Technology

Nvidia chief pledges ‘legally binding’ commitments to UK for Arm


The head of Nvidia has promised to make “legally binding” promises to the staff of Arm Holdings after a political row over the takeover of the Cambridge-based tech company.

Nvidia, the US-based chip company, announced a $40bn deal on Monday to buy the UK company from current owner SoftBank of Japan.

The group promised to keep the headquarters of Arm in Cambridge while growing its presence with a new artificial intelligence centre in the city.

But critics raised concerns because the company refused to offer any mechanism by which the pledges would be made watertight, saying instead that Arm’s headquarters would remain in Cambridge “for as long as Arm employees want to work in the UK”.
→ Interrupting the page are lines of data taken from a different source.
//! The folder of a request: what lies where, and whose it is.

mod claim;
mod difference;
mod table;

use std::fs;
use std::path::{Path, PathBuf};

use serde::de::DeserializeOwned;
use serde::{Deserialize, Serialize};
use serde_json::Value;

use super::atomic;
use super::axes::ScanDimension;
use super::error::Error;
use super::hdf5::Failure;
use super::partial;

pub use claim::Claim;
pub use difference::Difference;
pub use table::{AxisValues, Row, TableAxis};

/// Version of the folder's layout. Lower ones are read, higher ones refused.
const LAYOUT_VERSION: i64 = 1;

/// Everything that is kept of one request.
#[derive(Clone, Debug, PartialEq, Eq)]
pub struct Folder {
    root: PathBuf,
}

/// What was asked, as `request.json` keeps it.
#[derive(Clone, Debug, PartialEq, Serialize, Deserialize)]
pub struct Request {
    /// Version of the program that asked.
    pub version: String,
    /// Version of the numerics, which is part of every point's identity.
    pub numerics_version: u32,
    /// Title.
    pub title: String,
    /// The configuration as written.
    pub input: String,
    /// What the command line changed in it.
    pub overrides: Vec<String>,
    /// The configuration with the changes made, its tables named as `inputs/` keeps them: runs again as it is.
    pub configuration: Value,
    /// The axes of the scan, one list per dimension; none for a single run.
    pub scan: Vec<Vec<TableAxis>>,
}

impl Request {
    /// The dimensions of the scan.
    pub fn dimensions(&self) -> Vec<ScanDimension> {
        let dimension =
            |axes: &Vec<TableAxis>| ScanDimension { axes: axes.iter().map(TableAxis::scan_axis).collect() };
        self.scan.iter().map(dimension).collect()
    }
}

/// A point that failed, as `failed/<id>.json` keeps it.
#[derive(Clone, Debug, PartialEq, Serialize, Deserialize)]
pub struct FailedPoint {
    /// Why.
    pub reason: String,
    /// Values of the scan axes, for people.
    pub point: String,
    /// When, ISO 8601.
    pub time: String,
    /// Version of the program.
    pub version: String,
    /// The configuration of the point as resolved.
    pub configuration: Value,
}

impl Folder {
    /// A folder that a run has filled before.
    pub fn open(root: &Path) -> Result<Self, Error> {
        let folder = Self { root: root.into() };
        fs::read_dir(root).map_err(Error::io("read the folder", root))?;
        if !folder.request_path().is_file() {
            return Err(Error::Foreign { path: root.into(), reason: "it has no request.json" });
        }
        Ok(folder)
    }

    /// The folder itself.
    pub fn root(&self) -> &Path {
        &self.root
    }

    fn request_path(&self) -> PathBuf {
        self.root.join("request.json")
    }

    /// What was asked last.
    pub fn request(&self) -> Result<Request, Error> {
        let path = self.request_path();
        let tree: Value = read_json(&path)?;
        match tree["layout_version"].as_i64() {
            Some(found) if found > LAYOUT_VERSION => {
                return Err(Error::NewerLayout { path, found, known: LAYOUT_VERSION });
            }
            Some(_) => {}
            None => return Err(Error::Foreign { path, reason: "it has no layout_version" }),
        }
        serde_json::from_value(tree).map_err(|error| damaged(&path, &error))
    }

    /// Where the file of a point lies within the folder; `name` is its identity, and a mark where it has more than one.
    pub fn point_place(name: &str) -> String {
        format!("points/{}/{name}.h5", name.get(..2).unwrap_or(name))
    }

    /// Everything gathered.
    pub fn result(&self) -> PathBuf {
        self.root.join("result.h5")
    }

    /// Puts a file of these bytes into the folder, whole or not at all; folders on the way are made.
    pub fn put(&self, path: &Path, bytes: &[u8]) -> Result<(), Error> {
        atomic::make_parent(path)?;
        atomic::write(path, bytes)
    }

    /// Folder of the logs.
    pub fn log(&self) -> PathBuf {
        self.root.join("log")
    }

    fn failed(&self, identity: &str) -> PathBuf {
        self.root.join(format!("failed/{identity}.json"))
    }

    /// Why the point failed, if it did. A record that cannot be read is none: the point runs again.
    pub fn failure(&self, identity: &str) -> Option<FailedPoint> {
        read_json(&self.failed(identity)).ok()
    }

    /// Keeps why a point failed.
    pub fn keep_failure(&self, identity: &str, failure: &FailedPoint) -> Result<(), Error> {
        let path = self.failed(identity);
        atomic::make_parent(&path)?;
        write_json(&path, failure)
    }

    /// Forgets that a point failed, now that it has not.
    pub fn forget_failure(&self, identity: &str) -> Result<(), Error> {
        remove(&self.failed(identity))
    }

    /// Removes what processes that are gone left unfinished; how many files.
    pub fn sweep(&self) -> usize {
        partial::sweep(&self.root)
    }

    /// Folder of the checkpoints.
    pub fn checkpoints(&self) -> PathBuf {
        self.root.join("checkpoints")
    }

    /// The checkpoint of a point.
    pub fn checkpoint(&self, identity: &str) -> PathBuf {
        self.checkpoints().join(format!("{identity}.checkpoint"))
    }

    /// Forgets how far a point had come, now that it is final.
    pub fn forget_checkpoint(&self, identity: &str) -> Result<(), Error> {
        remove(&self.checkpoint(identity))
    }

    /// Makes the folder that a file lies in.
    pub fn make_room(&self, path: &Path) -> Result<(), Error> {
        atomic::make_parent(path)
    }

    /// Texts of the tables that the configuration names, by name.
    pub fn inputs(&self) -> Result<std::collections::BTreeMap<String, String>, Error> {
        let folder = self.root.join("inputs");
        let mut inputs = std::collections::BTreeMap::new();
        if !folder.is_dir() {
            return Ok(inputs);
        }
        for entry in fs::read_dir(&folder).map_err(Error::io("read", &folder))? {
            let path = entry.map_err(Error::io("read", &folder))?.path();
            let name = path.file_name().unwrap_or_default().to_string_lossy().into_owned();
            if !partial::is_partial(&name) {
                inputs.insert(name, fs::read_to_string(&path).map_err(Error::io("read", &path))?);
            }
        }
        Ok(inputs)
    }

    /// Writes the table of all points.
    pub fn write_rows(&self, request: &Request, rows: &[Row]) -> Result<(), Error> {
        let path = self.root.join("points.csv");
        let text = table::text(request, rows).map_err(|error| damaged(&path, &error))?;
        atomic::write(&path, &text)
    }

    /// Reads the table of all points.
    pub fn rows(&self) -> Result<Vec<Row>, Error> {
        let path = self.root.join("points.csv");
        let text = fs::read(&path).map_err(Error::io("read", &path))?;
        table::rows(&text).map_err(|error| damaged(&path, &error))
    }
}

/// Removes a file, which may be gone already.
fn remove(path: &Path) -> Result<(), Error> {
    match fs::remove_file(path) {
        Err(error) if error.kind() != std::io::ErrorKind::NotFound => Err(Error::io("remove", path)(error)),
        _ => Ok(()),
    }
}

fn read_json<T: DeserializeOwned>(path: &Path) -> Result<T, Error> {
    let text = fs::read(path).map_err(Error::io("read", path))?;
    serde_json::from_slice(&text).map_err(|error| damaged(path, &error))
}

fn write_json(path: &Path, value: &impl Serialize) -> Result<(), Error> {
    let text = serde_json::to_value(value).map_err(|error| damaged(path, &error))?;
    atomic::write(path, format!("{text:#}\n").as_bytes())
}

fn damaged(path: &Path, error: &impl ToString) -> Error {
    Error::damaged(path)(Failure::from(error.to_string()))
}

#[cfg(test)]
mod tests {
    use std::collections::BTreeMap;

    use serde_json::json;

    use super::*;

    fn request(phase: &str) -> Request {
        Request {
            version: "0.1.0".into(),
            numerics_version: 1,
            title: "Invented".into(),
            input: "{}".into(),
            overrides: Vec::new(),
            configuration: json!({ "field": { "phase": phase }, "scan": [] }),
            scan: Vec::new(),
        }
    }

    fn claim(root: &Path, request: &Request) -> Result<Claim, Error> {
        let inputs = BTreeMap::from([("probe-0f.csv".to_owned(), "1,2\n".to_owned())]);
        Folder::claim(root, request, &inputs).map(|(_, claim)| claim)
    }

    #[test]
    fn a_folder_is_taken_once_and_known_again() {
        let place = tempfile::tempdir().expect("a folder");
        let root = place.path().join("deep/out");
        fs::create_dir_all(&root).expect("a folder");
        fs::write(root.join("request.json.host-1.partial"), "left by a kill").expect("a file");
        assert_eq!(claim(&root, &request("0 deg")).expect("taken"), Claim::New);
        assert_eq!(claim(&root, &request("0 deg")).expect("known"), Claim::Same);
        let folder = Folder::open(&root).expect("a folder");
        assert_eq!(folder.request().expect("a request"), request("0 deg"));
        assert_eq!(folder.inputs().expect("tables")["probe-0f.csv"], "1,2\n");
        let refused = claim(&root, &request("9 deg")).expect_err("another request").to_string();
        assert!(refused.contains("/field/phase: \"0 deg\" before, \"9 deg\" now"), "{refused}");
        let newer = Request { numerics_version: 2, ..request("0 deg") };
        let kept = root.join("request-1.json");
        assert_eq!(claim(&root, &newer).expect("taken over"), Claim::Changed { parts: Vec::new(), kept });
    }

    #[test]
    fn a_failure_is_kept_until_it_is_forgotten() {
        let place = tempfile::tempdir().expect("a folder");
        claim(place.path(), &request("0 deg")).expect("taken");
        let folder = Folder::open(place.path()).expect("a folder");
        let failure = FailedPoint {
            reason: "the norm grew".into(),
            point: "cep = 3".into(),
            time: "2026-03-01T12:00:00Z".into(),
            version: "0.1.0".into(),
            configuration: json!({}),
        };
        assert_eq!(folder.failure("ab12"), None);
        folder.keep_failure("ab12", &failure).expect("kept");
        assert_eq!(folder.failure("ab12"), Some(failure));
        fs::write(place.path().join("failed/ab12.json"), "{ \"reason\"").expect("cut short");
        assert_eq!(folder.failure("ab12"), None);
        folder.forget_failure("ab12").expect("forgotten");
        folder.forget_failure("ab12").expect("nothing to forget");
        assert!(!place.path().join("failed/ab12.json").exists());
    }
}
By contrast, SoftBank gave legally binding assurances when it bought the company in 2016 that the headquarters would stay in Cambridge and the UK workforce would double over five years. Those arrangements, which were thrashed out with the government after the deal, were legally binding under the UK’s Takeover Code.

The SoftBank pledges expire in September 2021, at which point — unless Nvidia makes fresh legally binding promises — its new owner would have a free hand over Arm’s future.

Jensen Huang, chief executive of Nvidia, has raised the prospect of similar commitments, telling the Financial Times in an interview: “We will of course enter legally binding documents with everybody.” However, he did not give details about the extent of those commitments.

Ed Miliband, shadow business secretary, said this week that the government needed to extract gold-plated promises from Nvidia that would be enforceable by the Takeover Panel.

Oliver Dowden, culture secretary, is still considering whether to announce a “call in” under which the Competition and Markets Authority would review the transaction to complete in September 2021. If he did so he would likely cite “national security” as a pretext given Arm’s role as a major supplier to the defence industry.

However there are no current powers for the CMA to force Nvidia to keep the Arm headquarters or a specific number of jobs in the UK.

Instead, experts believe the government will try to seek separate political commitments that would be legally binding.

The templates for that kind of arrangement are the Cobham-Advent deal and the original sale of Arm to SoftBank.

Advent last year made post-offer undertakings to the Takeover Panel to maintain Cobham’s headquarters in the UK for several of its businesses, continue the use of Cobham as a registered name in the UK and ringfence the level of R&D spend in the country.

Those pledges are enforceable by the panel under the Companies Act 2006.

“There are no legal powers to require this [keeping UK jobs and headquarters] either for the CMA or UK government itself,” said one senior lawyer.

“However, there are precedents for political-type commitments in effect being required and given to the Takeover Panel and the UK government and made legally binding. These are non-competition law related and non-public interest/national security related.”

The Takeover Code does not usually apply to private companies but can still apply to Arm because it has been listed in the UK within the past 10 years.